First, clone the repo with `git clone https://github.com/Computational-Plant-Science/plantit-cli.git`.

Create a Python3 virtual environment, e.g. `python3 -m venv venv`, then install `plantit` and core dependencies with `pip install .`. Install testing and linting dependencies as well with `pip install ".[test]".

### Tests

The tests can be run from the project root with `pytest` (or `python3 -m pytest`). Use `-v` for verbose mode and `-n auto` to run them in parallel on as many cores as your machine will spare.

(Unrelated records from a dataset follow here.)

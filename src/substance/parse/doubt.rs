//! A doubt beside a value: a question mark or a word for it. What is doubted does not count as measured.

use std::sync::LazyLock;

use regex::Regex;

use super::pattern::fixed;
use super::remark::{Said, folded};

/// Whether words doubt a value.
#[derive(Debug, Clone, Copy, PartialEq, Eq, Default)]
pub(crate) enum Doubt {
    /// They do not.
    #[default]
    None,
    /// They do.
    Voiced,
}

// In the eight languages, folded.
static DOUBTFUL: LazyLock<Regex> = LazyLock::new(|| {
    fixed(concat!(
        r"\b(?:doubt\w*|questionable|uncertain|unconfirmed|not confirmed|unsure|dubious|fraglich\w*|fragwurdig\w*|zweifelhaft\w*|",
        r"unsicher\w*|ungewiss\w*|unbestatigt\w*|nicht bestatigt|douteu(?:x|se)s?|incertain\w*|non confirme\w*|a confirmer|",
        r"dudos[oa]s?|inciert[oa]s?|sin confirmar|no confirmad[oa]|dubbi[oa]|incert[oa]|non confermat[oa]|da confermare|",
        r"twijfelachtig\w*|onzeker\w*|niet bevestigd|onbevestigd)\b|",
        r"疑わし|疑問|不確か|不確実|要確認|未確認|存疑|可疑|不确定|不確定|待确认|待確認|未确认"
    ))
});

impl Doubt {
    /// What a text says of it.
    pub(super) fn of(text: &str) -> Self {
        let doubts = text.contains(['?', '？']) || DOUBTFUL.is_match(&folded(text));
        if doubts { Self::Voiced } else { Self::None }
    }
}

/// What the remarks of a cell say, with the doubt they voice; a lone question mark is kept as it is written.
pub(super) fn said_in(remarks: &[String]) -> Said {
    let mut said = Said::in_remarks(remarks);
    for remark in remarks.iter().filter(|remark| Doubt::of(remark) == Doubt::Voiced) {
        said.doubt = Doubt::Voiced;
        let method = said.conditions.method.get_or_insert_default();
        if !method.contains(remark.trim()) {
            let separator = if method.is_empty() { "" } else { "; " };
            method.push_str(separator);
            method.push_str(remark.trim());
        }
    }
    said
}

**Note:** some tests required the `CYVERSE_USERNAME` and `CYVERSE_PASSWORD` environment variables. You can set these manually or put them in a `.env` file in the project root &mdash; `pytest-dotenv` will detect them in the latter case. Test cases will use this CyVerse account and its associated data store as a test environment. Each test case isolates its workspace to a folder named by GUID.

#### Markers

The full test suite should take 5-10 minutes to run, depending on the delay configured to allow the CyVerse Data Store to become consistent. This is 10 seconds per write operation, by default. 

**Note:** The CyVerse data store is not immediately consistent and write operations may take some time to be reflected in subsequent reads. Tests must wait some unknown amount of time to allow the Data Store to update its internal state. If tests begin to fail intermittently, the `DEFAULT_SLEEP` variable in `plantit/terrain/tests/conftest.py` may need to be increased.

A fast subset of the tests can be run with `pytest -S` (short for `--smoke`). The smoke tests should complete in under a minute.